Input and output pairs allowed observing the evolution of the learning through the comparison between the desired output and the actual value in the network test step. The patterns adopted for the generation of the model were able to simulate crop evapotranspiration, with coefficient of determination of 0.91 (Figure 5A).

Similar results were reported by ^{Kumar et al. (2008)} in the comparison between the ANN model and the methods of Hargreaves and Penman-Monteith (PM-56) for the estimation of reference evapotranspiration, with coefficient of determination of 0.90. The variation of measured and estimated crop evapotranspiration showed similar values and optimal generalization of the ANN-estimated data; at a few isolated points, the same variation profile was observed, which indicates small tendency to underestimate low values (Figure 5B).

^{Rahimihoob (2010)} considered as acceptable values of over- and underestimation from 7 to 8%, with a 3-6-1 network architecture, for reference evapotranspiration data measured using the PM-56 equation and those estimated by the neural network in four localities of North Iran, with coefficients of determination ranging from 0.93 to 0.96. Considering underestimated values of sweet pepper evapotranspiration of about 9%, such effect can be overcome by the increase in the number of daily observations, allowing greater reliability on the predicted results (^{Zanetti et al., 2007}).

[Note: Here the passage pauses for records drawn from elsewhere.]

import { route } from '@/lib/http/handler';
import { listDeliveries } from '@/lib/webhooks/service';
import { webhookIdParams } from '../../schema';

export const GET = route('GET /api/webhooks/{id}/deliveries', { params: webhookIdParams }, async ({ caller, params }) => ({
  items: await listDeliveries({ actor: caller!.user, id: params.id }),
}));
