import type { Metadata } from 'next';
import { requireUser } from '@/lib/auth/page';
import { WebhooksManager } from '@/components/webhooks-manager';

export const metadata: Metadata = { title: 'Webhooks' };

export default async function WebhooksPage() {
  await requireUser();
  return <WebhooksManager />;
}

The predicted and measured values in the network validation step (Figures 6A and 6B) showed a data variation profile in which the noises were found within an acceptable range, evidenced by the coefficient of determination of approximately 0.87. Similar result was reported by ^{Kumar et al. (2002)} for the prediction of reference evapotranspiration at the field using a 6-7-1 network architecture and error back-propagation learning algorithm, obtaining coefficient of determination of 0.83 for the relationship between the data measured in the lysimeter and those predicted by the network. ^{Abedi-Koupai et al. (2009)} used two hidden layers with five neurons, each one with four input values, one output layer and log-sigmoid function, and obtained coefficient of determination of 0.95 for reference evapotranspiration in protected environment.

These results confirm that the application of ANNs allows the establishment of evapotranspiration patterns in protected environments; however, this specialist system must be periodically monitored regarding its performance, to maintain the network, or indicate to the user the need for a new training, according to the studies of ^{Zanetti et al. (2007)}.

The success of neural networks is directly related to their great versatility and it makes them a very promising tool for decision taking. The selection of the parameters defined by the user also contributed to the optimal performance of the ANN in the estimation of sweet pepper evapotranspiration in protected environment, compared with the lysimetric method.

It is important to point out that other network architectures or other parameters can also be applied for similar situations and that the proposed solution was selected to present the potential of application of the tool and its good performance, with potential to integrate automated control systems in irrigation management for the cultivation of sweet pepper in protected environment.

Conclusions

The approximation problem served to demonstrate the viability of utilization of artificial neural networks for the prediction of sweet pepper evapotranspiration in protected environment, compared with that measured by the weighing lysimeter.

The 4-21-1 network architecture, with multilayers, error back-propagation learning algorithm and learning rate of 0.1, showed the best approximations for the estimation of evapotranspiration.